May I ask you with the first EKG that was performed 3 weeks prior to the 2 EKG would have medications helped with the results and a heart attack would have been prevented.

I had jaw, nausea and severe headaches. Would it be normal for NO follow up with these readings

Unconfirmed interpretation-MD should review

sinus rhythm (slow)

vertical axis

minor right-precordial repolarization disturbance, consider

feminine pattern

small negative T in V2

with flat or low negative T in V3

Normal variant of ECG

Thank you
doctor
Answered by Dr. Sukhvinder Singh (9 hours later)
Brief Answer:
please see details.

Detailed Answer:
Dear madam.
The interpretation of ECG is best done in light of clinical suspucion.

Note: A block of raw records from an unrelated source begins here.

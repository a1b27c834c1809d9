import { setTimeout as pause } from 'node:timers/promises';
import type { Actor } from '~/access/can';
import type { FillSetup } from '~/air';
import { computeResult } from '~/commands/compute-result.server';
import type { FillResult, Replayed, TraceSample } from '~/fill/replay';
import type { StoredEvent } from '~/fill/wire';
import type { WheelPosition } from '~/loads';
import { Coach } from '~/models/coach.server';
import { Round } from '~/models/round.server';
import type { Run } from '~/models/run.server';
import { RunResult } from '~/models/run-result.server';
import { notFound } from '~/services/refusal.server';
import { replay } from '~/services/replay-pool.server';
import { requireRun } from './round-access.server';
import { loadLog } from './run-log.server';

/** A fill looked back at. Pressures are gauge kPa. */
export interface Review {
  id: string;
  coachId: string;
  coachName: string;
  roundId: string;
  position: WheelPosition;
  startedAt: Date;
  /** Of the round, such as America/Denver. */
  timeZone: string;
  place: string;
  setup: FillSetup;
  /** Another fill was open on the coach at the same time: this one taught the profile nothing. */
  overlapping: boolean;
  /** By number. */
  log: StoredEvent[];
  /** What the engine believed, by time, from the start to the end. */
  samples: TraceSample[];
  /** Null while the fill is open. */
  result: (FillResult & { engineVersion: string; lastSeq: number }) | null;
  /** The replay is still at work: there are no samples yet, and perhaps no result. */
  pending: boolean;
}

/**
 * A fill with its log, its trace and its result. A result that is missing, or was computed before
 * the log's last event, is computed now.
 * @param patienceMs after this time it answers without the trace, which is then `pending`
 * @throws Refusal `fill-not-found` to those who may not see the coach; `not-allowed` to a helper
 */
export async function loadReview(
  actor: Actor,
  fillId: string,
  patienceMs = 60_000,
): Promise<Review> {
  const run = await requireRun(actor, 'log:see', fillId);
  const [coach, round, log] = await Promise.all([
    Coach.findByPk(run.coachId),
    Round.findByPk(run.roundId),
    loadLog(run.id),
  ]);
  if (!coach || !round) throw notFound('fill');
  const replayed = await Promise.race([
    traceOf(run, log),
    pause(patienceMs, undefined, { ref: false }),
  ]);
  const { id, coachId, roundId, position, startedAt, setup, overlapping } = run;
  const { timeZone, place } = round;
  return {
    ...{ id, coachId, coachName: coach.name, roundId, position, startedAt, timeZone, place },
    ...{ setup, overlapping, log, samples: replayed?.samples ?? [] },
    ...{ result: await resultOf(run), pending: !replayed },
  };
}

/** Traces of the fills looked at last: each costs the engine half a second or more. */
const traces = new Map<string, Promise<Replayed>>();
const mostTraces = 16;

function traceOf(run: Run, log: readonly StoredEvent[]): Promise<Replayed> {
  const key = `${run.id} ${log.at(-1)?.seq ?? 0}`;
  const known = traces.get(key);
  if (known) return known;
  const made = replayOf(run, log);
  traces.set(key, made);
  made.catch(() => traces.delete(key));
  if (traces.size > mostTraces) traces.delete([...traces.keys()][0] ?? '');
  return made;
}

async function replayOf(run: Run, log: readonly StoredEvent[]): Promise<Replayed> {
  const isComputed = run.endedSeq === null || (await resultOf(run));
  return isComputed ? replay({ setup: run.setup, log }) : computeResult(run.id);
}

/** The newest result, when it counts all of the log; another version's counts as well. */
async function resultOf(run: Run): Promise<Review['result']> {
  const row = await RunResult.findOne({
    where: { runId: run.id, lastSeq: run.lastSeq },
    order: [['computedAt', 'DESC']],
  });
  if (!row) return null;
  const { engineVersion, lastSeq } = row;
  return { ...(row.result as FillResult), engineVersion, lastSeq };
}
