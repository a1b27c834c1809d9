/** Seconds between two looks: short at first, since most results are there within a second or two. */
const waits = [0.7, 1, 1, 1.5, 1.5, 2, 2, 3, 3, 4, 5, 5, 10, 10, 10];

/** After this many looks the page says that it takes long. */
export const looksUntilLong = 6;

/**
 * Milliseconds until the page should ask again whether the result is there; undefined when it has
 * asked often enough (a minute) and leaves it to the person.
 */
export function nextLookMs(looks: number): number | undefined {
  const wait = waits[looks];
  return wait === undefined ? undefined : wait * 1000;
}
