import type { AirProfile } from '~/air';
import { AirProfileRow } from '~/models/air-profile.server';

/** What a profile believes of one figure: one in ten lies below `low`, one in ten above `high`. */
export interface Believed {
  low: number;
  middle: number;
  high: number;
}

/** What has been learned about a coach's supply, as people read it. Gauge kPa. */
export interface LearnedAir {
  /** How many fills have taught it. */
  fills: number;
  learnedAt: Date;
  hose: string | null;
  chuck: string | null;
  gauge: string | null;
  cutInKpa: Believed | null;
  cutOutKpa: Believed | null;
}

/** The newest air profile of a coach; null while no fill has taught one. */
export async function loadLearnedAir(coachId: string): Promise<LearnedAir | null> {
  const row = await AirProfileRow.findOne({ where: { coachId }, order: [['learnedAt', 'DESC']] });
  if (!row) return null;
  const { profile, learnedAt } = row;
  return {
    fills: profile.fills,
    learnedAt,
    hose: profile.key.hose ?? null,
    chuck: profile.key.chuck ?? null,
    gauge: profile.key.gauge ?? null,
    cutInKpa: believed(profile, 'cutInKpa'),
    cutOutKpa: believed(profile, 'cutOutKpa'),
  };
}

/** Null when the profile has no such figure: another version of the engine may name it otherwise. */
function believed({ fields, members }: AirProfile, field: string): Believed | null {
  const column = fields.indexOf(field);
  const rising = members
    .flatMap((member) => member[column] ?? [])
    .sort((left, right) => left - right);
  const at = (share: number) => rising[Math.floor(share * (rising.length - 1))];
  const [low, middle, high] = [at(0.1), at(0.5), at(0.9)];
  if (low === undefined || middle === undefined || high === undefined) return null;
  return { low, middle, high };
}
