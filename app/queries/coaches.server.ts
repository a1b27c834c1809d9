import { QueryTypes } from 'sequelize';
import { type Actor, can, type Role } from '~/access/can';
import type { AxleLayout } from '~/loads';
import { sequelize } from '~/models/database.server';

/** A coach in the list of those that a person may see. */
export interface CoachInList {
  id: string;
  name: string;
  layout: AxleLayout;
  role: Role;
  /** When the newest round began; null when there was none. */
  lastRoundAt: Date | null;
  roundOpen: boolean;
}

/** The coaches that this person may see, by name. A helper sees one only during a round. */
export async function listCoaches(actor: Actor): Promise<CoachInList[]> {
  const coaches = await sequelize.query<CoachInList>(
    `SELECT coaches.id, name, layout, role, last.started_at AS "lastRoundAt",
       coalesce(last.open, false) AS "roundOpen"
     FROM coaches
     JOIN memberships ON coach_id = coaches.id AND user_id = :userId AND valid_until IS NULL
     LEFT JOIN LATERAL (
       SELECT max(started_at) AS started_at, bool_or(closed_at IS NULL) AS open
       FROM rounds WHERE rounds.coach_id = coaches.id
     ) AS last ON true
     WHERE deleted_at IS NULL
     ORDER BY lower(name), coaches.id`,
    { replacements: { userId: actor.userId }, type: QueryTypes.SELECT },
  );
  return coaches.filter(({ id, roundOpen }) => can(actor, 'coach:see', { id, roundOpen }));
}
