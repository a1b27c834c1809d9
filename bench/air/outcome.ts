import { activeTire, settledKpa, type World } from './world';

/** Whether a true pressure lay inside the adviser's 80 % band, counted. */
export interface Coverage {
  inside: number;
  asked: number;
}

/** What one fill came to. Pressures kPa, times s. */
export interface FillOutcome {
  coach: number;
  hard: boolean;
  /** 0 to 3 in the first round, 4 to 7 in the next. */
  tire: number;
  reachable: boolean;
  done: boolean;
  /** Gauged within tolerance after the last hold. */
  proven: boolean;
  saidUnreachable: boolean;
  seconds: number;
  perfectSeconds: number;
  putOn: number;
  bled: boolean;
  errorKpa: number;
  lostKpa: number;
  overLimit: boolean;
  taps: number;
  supplyBand: Coverage;
  tireBand: Coverage;
  adviseMs: number[];
}

/** The part of an outcome that is read off the world when a fill ends. */
export function readOutcome(world: World, tire: number, perfectSeconds: number) {
  const plan = activeTire(world);
  return {
    coach: world.coach.id,
    hard: world.coach.hard,
    tire,
    reachable: plan.reachable,
    perfectSeconds,
    errorKpa: Math.abs(settledKpa(world) - plan.targetKpa),
    lostKpa: world.lostKpa[world.active]!,
  };
}

export function noCoverage(): Coverage {
  return { inside: 0, asked: 0 };
}
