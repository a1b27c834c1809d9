import type { EntryUse, ReviewEntry } from './review-model';

/** A line for everything about the record that the result leaves out. */
export function notesOf(entries: readonly ReviewEntry[], overlapping: boolean): string[] {
  const count = (use: EntryUse) => entries.filter((entry) => entry.use === use).length;
  return [
    overlapping
      ? 'Another fill of this coach was open at the same time. Nothing is learned from this one.'
      : '',
    endsWords(count('already-ended')),
    lateWords(count('after-end')),
    takenBackWords(count('taken-back')),
  ].filter((note) => note !== '');
}

function endsWords(count: number): string {
  if (count === 0) return '';
  if (count === 1) return 'It had already ended when it was ended again. The first end counts.';
  return `It had already ended when it was ended again, ${count} times. The first end counts.`;
}

function lateWords(count: number): string {
  if (count === 0) return '';
  if (count === 1) return 'One event came after the end. It is kept in the table and not used.';
  return `${count} events came after the end. They are kept in the table and not used.`;
}

function takenBackWords(count: number): string {
  if (count === 0) return '';
  if (count === 1) return 'One entry was taken back and does not count.';
  return `${count} entries were taken back and do not count.`;
}
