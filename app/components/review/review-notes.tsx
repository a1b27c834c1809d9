import { notesOf } from './note-words';
import type { ReviewEntry } from './review-model';

interface ReviewNotesProps {
  entries: readonly ReviewEntry[];
  overlapping: boolean;
}

/** What of the record did not count, and why. */
export function ReviewNotes({ entries, overlapping }: ReviewNotesProps) {
  const notes = notesOf(entries, overlapping);
  if (notes.length === 0) return null;
  return (
    <ul className="review-notes" aria-label="Not used">
      {notes.map((note) => (
        <li key={note}>{note}</li>
      ))}
    </ul>
  );
}
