import { describe, expect, it, vi } from 'vitest';
import { drawCoach } from './coach';
import { roundsByCrew } from './crew-round';
import { figuresOf, quantile } from './figures';
import { type Habits, USUAL } from './habits';
import { roundByEye } from './people-round';
import { PLAIN } from './person-traits';

/** A quick coach and a slower one; the first below 200 whose front tires are out of reach. */
const REACHABLE = [8, 10];
const BEYOND = Array.from({ length: 200 }, (_, i) => i).find((id) =>
  drawCoach(id).tires.some((tire) => !tire.reachable),
)!;

const round = (id: number, habits: Habits = USUAL) =>
  roundsByCrew(id, { habits, rounds: 1, createFill: null });

const untimed = (fills: ReturnType<typeof round>) =>
  fills.map((fill) => ({ ...fill, adviseMs: [] }));

/** Whole rounds are simulated: slow on a machine that is busy with other things, ms. */
vi.setConfig({ testTimeout: 60_000 });

describe('a crew that follows the all-seeing adviser', () => {
  it.each(REACHABLE)('ends each tire of coach %i gauged within tolerance', (id) => {
    for (const fill of round(id)) {
      expect(fill).toMatchObject({ done: true, proven: true, overLimit: false });
      expect(fill.seconds).toBeGreaterThan(fill.perfectSeconds * 0.8);
    }
  });

  it('lives the same round twice', () => {
    expect(untimed(round(8))).toEqual(untimed(round(8)));
  });

  it('is told that a tire above the governor cannot be reached', () => {
    const beyond = round(BEYOND).filter((fill) => !fill.reachable);
    expect(beyond.length).toBeGreaterThan(0);
    for (const fill of beyond) expect(fill).toMatchObject({ saidUnreachable: true, done: false });
  });

  it('gets done alone, with the pedal a walk away', () => {
    const alone = round(13, { ...USUAL, alone: true }).filter((fill) => fill.reachable);
    expect(alone.length).toBe(2);
    for (const fill of alone) expect(fill).toMatchObject({ done: true, proven: true });
  });
});

describe('a plain person', () => {
  it('lives the same round twice, and needs longer than the perfect player', () => {
    const fills = roundByEye(8, PLAIN, 1);
    expect(roundByEye(8, PLAIN, 1)).toEqual(fills);
    for (const fill of fills) expect(fill.seconds).toBeGreaterThan(fill.perfectSeconds);
  });
});

describe('the figures', () => {
  it('take quantiles between neighbours, and of endless times too', () => {
    expect(quantile([4, 1, 2, 3], 0.5)).toBe(2.5);
    expect(quantile([1, 2, Number.POSITIVE_INFINITY], 0.99)).toBe(Number.POSITIVE_INFINITY);
    expect(quantile([], 0.5)).toBeNaN();
  });

  it('count a fill that was not done as one that never ends', () => {
    const [fill] = round(8);
    const never = { ...fill!, done: false };
    expect(figuresOf([never]).ratioMedian).toBe(Number.POSITIVE_INFINITY);
    expect(figuresOf([never]).failed).toBe(1);
  });
});
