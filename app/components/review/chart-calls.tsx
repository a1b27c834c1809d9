import type { Call } from '~/air';
import { placeLabels } from './call-lanes';
import type { ChartFrame } from './chart-frame';
import { textWidth, useChartScales } from './chart-scales';
import type { ShownCall } from './review-view';

/** Between a call's edge and its words, px. */
const inset = 5;

/** The calls below the time axis, each led up to its moment; words only where there is room. */
export function ChartCalls({ calls, frame }: { calls: readonly ShownCall[]; frame: ChartFrame }) {
  const scales = useChartScales();
  if (!scales) return null;
  const { plot, x } = scales;
  const top = plot.y + plot.height + frame.holds + frame.times;
  const wanted = calls.map(({ at, call, words }) => ({
    call,
    x: x(at),
    width: textWidth(words, frame.letters) + 2 * inset,
  }));
  const room = { count: frame.lanes, from: 0, to: plot.x + plot.width + frame.right };
  const placed = placeLabels(wanted, room);
  return (
    <g className="review-calls" fontSize={frame.letters}>
      {wanted.map((label, index) => (
        <path key={calls[index]?.at} className="review-leader" d={`M${label.x} ${top - 5}v5`} />
      ))}
      {placed.map(({ index, lane, left }) => {
        const { call, words } = calls[index]!;
        const y = top + lane * frame.laneHeight;
        const { x: at, width } = wanted[index]!;
        return (
          <g key={index}>
            <path className="review-leader" d={`M${at} ${top}V${y + frame.laneHeight - 2}`} />
            <rect
              className={lookOf(call)}
              x={left}
              y={y + 1}
              width={width}
              height={frame.laneHeight - 3}
            />
            <text x={left + inset} y={y + frame.laneHeight / 2} dominantBaseline="central">
              {words}
            </text>
          </g>
        );
      })}
    </g>
  );
}

/** Filled where the chuck belongs on, framed where it comes off; the rest is plain. */
function lookOf(call: Call): string {
  if (call === 'chuck-on' || call === 'keep-on') return 'review-call-on';
  return call === 'chuck-off' ? 'review-call-off' : 'review-call-plain';
}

The ECG shows some ST depression in V4-6. The significance of such a finding is totally dependent on clinical situation. I investigate further if I have strong clinical suspicion even in presence of normal ECG.
Presence of headache is atypical of anginal pain. In presence of jaw pain it indicates local cause more than heart pain. The pain which increases on exertion indicates angina more than a pain which does not.
Hence the clinical suspicion of angina is supreme.
Sincerely
Sukhvinder
Note: For further queries related to coronary artery disease and prevention, click here.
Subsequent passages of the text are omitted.